## Task directions:
Filter this listing down to the lines that contain the word "along", and copy them.

## Records for this task:
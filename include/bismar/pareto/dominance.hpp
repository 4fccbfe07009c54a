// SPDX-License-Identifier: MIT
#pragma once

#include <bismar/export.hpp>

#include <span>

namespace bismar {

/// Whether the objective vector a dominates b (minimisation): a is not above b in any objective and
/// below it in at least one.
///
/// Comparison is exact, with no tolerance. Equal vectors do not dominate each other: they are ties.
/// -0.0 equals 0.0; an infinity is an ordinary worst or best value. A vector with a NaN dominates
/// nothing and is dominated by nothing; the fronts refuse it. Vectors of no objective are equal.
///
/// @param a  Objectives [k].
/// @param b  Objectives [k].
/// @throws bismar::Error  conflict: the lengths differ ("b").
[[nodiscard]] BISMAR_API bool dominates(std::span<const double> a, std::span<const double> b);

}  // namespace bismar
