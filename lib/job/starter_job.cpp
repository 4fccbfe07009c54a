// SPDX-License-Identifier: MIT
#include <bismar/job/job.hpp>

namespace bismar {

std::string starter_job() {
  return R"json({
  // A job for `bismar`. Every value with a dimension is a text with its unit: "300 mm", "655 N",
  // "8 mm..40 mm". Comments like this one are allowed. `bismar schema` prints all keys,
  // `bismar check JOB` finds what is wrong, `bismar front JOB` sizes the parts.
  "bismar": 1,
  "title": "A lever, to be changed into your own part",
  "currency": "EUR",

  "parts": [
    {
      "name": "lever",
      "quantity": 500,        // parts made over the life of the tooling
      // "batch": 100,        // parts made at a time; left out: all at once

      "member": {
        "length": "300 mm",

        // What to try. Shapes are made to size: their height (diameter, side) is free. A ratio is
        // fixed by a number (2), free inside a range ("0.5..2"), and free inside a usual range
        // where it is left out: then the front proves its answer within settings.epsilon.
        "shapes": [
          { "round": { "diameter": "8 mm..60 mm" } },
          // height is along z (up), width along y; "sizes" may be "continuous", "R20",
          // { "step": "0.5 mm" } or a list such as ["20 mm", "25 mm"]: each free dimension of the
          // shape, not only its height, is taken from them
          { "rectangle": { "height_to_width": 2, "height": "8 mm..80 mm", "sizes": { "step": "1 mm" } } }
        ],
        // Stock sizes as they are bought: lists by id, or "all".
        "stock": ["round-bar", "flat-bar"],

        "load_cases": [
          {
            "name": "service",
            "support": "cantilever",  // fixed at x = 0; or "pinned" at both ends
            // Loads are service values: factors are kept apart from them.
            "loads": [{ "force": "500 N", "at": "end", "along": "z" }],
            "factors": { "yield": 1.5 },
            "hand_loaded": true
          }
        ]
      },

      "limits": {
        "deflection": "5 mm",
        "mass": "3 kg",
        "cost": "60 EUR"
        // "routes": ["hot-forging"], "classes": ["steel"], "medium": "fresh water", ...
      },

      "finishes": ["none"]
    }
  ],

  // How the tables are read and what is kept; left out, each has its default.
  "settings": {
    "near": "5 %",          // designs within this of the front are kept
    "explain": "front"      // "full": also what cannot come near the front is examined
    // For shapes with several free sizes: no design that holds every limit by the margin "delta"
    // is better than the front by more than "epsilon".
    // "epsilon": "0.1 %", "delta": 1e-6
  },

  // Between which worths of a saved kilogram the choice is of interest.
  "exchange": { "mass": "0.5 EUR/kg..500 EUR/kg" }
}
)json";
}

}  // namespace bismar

## Solution to this exercise:
          // height is along z (up), width along y; "sizes" may be "continuous", "R20",
            "loads": [{ "force": "500 N", "at": "end", "along": "z" }],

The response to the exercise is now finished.